> [Aim of the exercise]:
Report, in full, each line of the material below in which the string "split" occurs.

═══

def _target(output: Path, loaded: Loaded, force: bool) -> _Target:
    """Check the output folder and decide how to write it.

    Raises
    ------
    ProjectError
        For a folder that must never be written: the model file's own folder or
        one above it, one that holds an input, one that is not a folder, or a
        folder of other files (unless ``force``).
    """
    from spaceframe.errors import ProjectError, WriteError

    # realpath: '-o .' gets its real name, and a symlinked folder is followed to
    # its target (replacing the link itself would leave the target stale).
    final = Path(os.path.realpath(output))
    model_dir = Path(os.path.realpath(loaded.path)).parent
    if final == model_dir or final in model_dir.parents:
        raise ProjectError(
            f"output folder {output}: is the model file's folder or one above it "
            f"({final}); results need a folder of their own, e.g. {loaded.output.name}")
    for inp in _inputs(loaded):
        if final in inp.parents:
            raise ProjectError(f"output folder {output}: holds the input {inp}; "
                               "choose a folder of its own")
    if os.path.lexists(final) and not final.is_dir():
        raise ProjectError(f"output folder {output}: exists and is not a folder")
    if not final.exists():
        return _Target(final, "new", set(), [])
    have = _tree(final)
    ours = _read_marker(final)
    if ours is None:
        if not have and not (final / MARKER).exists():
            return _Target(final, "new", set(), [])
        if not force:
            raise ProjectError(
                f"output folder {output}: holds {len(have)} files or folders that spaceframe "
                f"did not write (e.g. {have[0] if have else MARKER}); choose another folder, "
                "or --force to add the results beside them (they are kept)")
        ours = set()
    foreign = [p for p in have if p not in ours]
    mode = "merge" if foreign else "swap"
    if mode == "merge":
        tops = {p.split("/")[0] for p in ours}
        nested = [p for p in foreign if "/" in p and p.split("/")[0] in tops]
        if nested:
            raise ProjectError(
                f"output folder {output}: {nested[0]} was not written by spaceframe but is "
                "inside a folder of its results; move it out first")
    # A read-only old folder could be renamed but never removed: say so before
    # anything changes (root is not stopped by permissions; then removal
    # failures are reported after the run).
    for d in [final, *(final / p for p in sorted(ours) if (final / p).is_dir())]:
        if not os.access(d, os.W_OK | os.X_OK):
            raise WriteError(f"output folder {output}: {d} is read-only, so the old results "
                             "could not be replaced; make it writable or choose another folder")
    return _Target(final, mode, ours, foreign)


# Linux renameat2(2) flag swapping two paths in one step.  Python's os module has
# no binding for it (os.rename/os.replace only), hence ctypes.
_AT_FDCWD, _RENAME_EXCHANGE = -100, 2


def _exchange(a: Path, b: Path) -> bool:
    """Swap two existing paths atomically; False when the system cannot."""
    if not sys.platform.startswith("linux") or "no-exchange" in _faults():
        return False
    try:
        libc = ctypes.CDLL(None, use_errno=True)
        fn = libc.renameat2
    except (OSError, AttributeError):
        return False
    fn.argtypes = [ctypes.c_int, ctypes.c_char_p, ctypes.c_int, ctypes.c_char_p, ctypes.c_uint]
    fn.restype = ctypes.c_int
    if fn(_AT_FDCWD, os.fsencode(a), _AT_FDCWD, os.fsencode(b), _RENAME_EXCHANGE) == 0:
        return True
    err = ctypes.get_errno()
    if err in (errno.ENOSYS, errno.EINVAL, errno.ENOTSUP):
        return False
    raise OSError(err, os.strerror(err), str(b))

═══

> [Solution below]:
        tops = {p.split("/")[0] for p in ours}
        nested = [p for p in foreign if "/" in p and p.split("/")[0] in tops]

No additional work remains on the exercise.